Plethora of secondary underwriters
An investment banking source who asked not to be named says there were signs early on that LPL shares were not being snapped up like hotcakes – starting with the large number of secondary underwriters that Goldman Sachs, Morgan Stanley, Merrill Lynch and JPMorgan sought to cast a wider net. The observer says that LPL was not able to find big anchor investors among institutions.
The lead underwriters ended up joining forces with Sanford Bernstein, William Blair, CitiGroup Global, Keefe Bruyette Woods, Lazard Capital Markets, Macquarie Capital, Sandler O’Neill and UBS Securities.
If fewer investors rise initially to the LPL bait, it may have as much to do with how unique LPL is in the market as to how good its prospects are as an investment, according to Roame. He said that at times, he has difficulty explaining LPL even to some of the brighter minds on Wall Street because they’re accustomed to evaluating banks and wirehouses.

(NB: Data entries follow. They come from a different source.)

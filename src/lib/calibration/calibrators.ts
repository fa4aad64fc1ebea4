/**
 * Preparation of calibrator rows into fit points for one band: population and period selection,
 * optional fundamentalisation, extinction, distance anchor and the per-star error budget.
 */
import { getBand, wesenheitMeasured, type BandDefinition } from './bands';
import { bandExtinctionPerEbv, DEFAULT_RV, type BandExtinctionOptions } from './extinction';
import type { CalibratorPoint } from './fit/types';
import { distanceModulusFromParallax, NO_PARALLAX_ZERO_POINT } from './parallax';
import type { ParallaxFitPoint } from './parallax-fit';
import {
	fundamentalisePeriod,
	isPopulationId,
	mixedPopulationWarning,
	periodWarnings,
	validityWarnings
} from './populations';
import type { CalibrationWarning, ExtinctionLawId, InputIssue, Measured, PopulationId, ValidityRange } from './types';
import { CalibrationInputError } from './types';

/** One calibrator as uploaded. Magnitudes are apparent, keyed by band id. */
export interface CalibratorRow {
	star: string;
	population: PopulationId;
	periodDays: number;
	periodErrDays?: number | null;
	mags: Partial<Record<string, Measured>>;
	/** Catalogue parallax, zero point not removed (mas). */
	parallaxMas?: number | null;
	parallaxErrMas?: number | null;
	/**
	 * The star's own catalogue zero point (mas), e.g. from the Lindegren et al. 2021 recipe computed outside
	 * Candlebook, removed before any adopted global one: ϖ_true = ϖ_obs − ZP_star − ZP_adopted. Its error is
	 * the star's own and adds to σ_ϖ in quadrature.
	 */
	parallaxZpCorrectionMas?: number | null;
	parallaxZpCorrectionErrMas?: number | null;
	/** Distance modulus of the star's host (galaxy or cluster). */
	muHost?: number | null;
	muHostErr?: number | null;
	/**
	 * Name of a host shared by several calibrators (e.g. 'LMC', a cluster). Stars naming the same host
	 * share one distance, whose error is then a systematic; without a name the distance is the star's own.
	 */
	host?: string | null;
	ebv?: number | null;
	ebvErr?: number | null;
	feh?: number | null;
	fehErr?: number | null;
}

export type AnchorKind = 'parallax' | 'host';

“The IBD market is difficult to understand. Even a smart portfolio manager at a big mutual fund or pension fund still sees financial services as primarily banks – [which represent] about 60% of all financial services market cap — to a lesser extent the public insurance companies, and a small handful of investment banks/wirehouses. Most investment management firms are private with the exception of a T. Rowe Price or Franklin Templeton or a few others. And almost all independent broker/dealers are private. IBDs are a different breed; that’s why they have to fight so hard in FINRA, SIFMA, and other places to explain/defend their model.”
From an M&A and capital-raising standpoint, “The big knock on IBDs has been that they’re a low-margin business.” Seivert says.
LPL explained its reasons for going public back in its S-1 filing. Chief among them: debt.
The company accumulated much of its debt when it bought out its previous owner, Todd Robinson in 2005 in a deal valued at $2.5 billion that included $1.3 billion of debt.
“Our indebtedness could adversely affect our financial health… [it could ]require us to dedicate a substantial portion of our cash flow from operation to payments on our indebtedness and may limit our flexibility in planning for changes in our business and the industry in which we operate,” says its S-1 filing.
Seivert says that debt levels are only significant when looked at in comparison to cash flow.
What matters is not the debt but the debt coverage but how many times cash flow exceeds the debt requirement. If current cash flow is 15 times the debt servicing requirement then the debt amount is very low risk, he says.
“If the debt were a real issue, the private equity firms [that own much of LPL] would restructure the debt prior to the offering,” Seivert says.
Bring out the Hellman’s
The two private equity firms — Hellman & Friedman LLC and TPG Group — each have 36.3% stakes in the company right now, according to the SEC filing. After the IPO, they will continue to own more than 31% each.
What LPL has working in its favor is its ability to grow, Roame says.
“I think they will continue to outgrow other similar players… If [hypothetically] LPL adds 2,000 reps on 12,000 rep base, one says 15% growth. I say, they added the fourth or fifth biggest IBD,— distancing themselves forever form their 'peers’ who are falling far behind already.”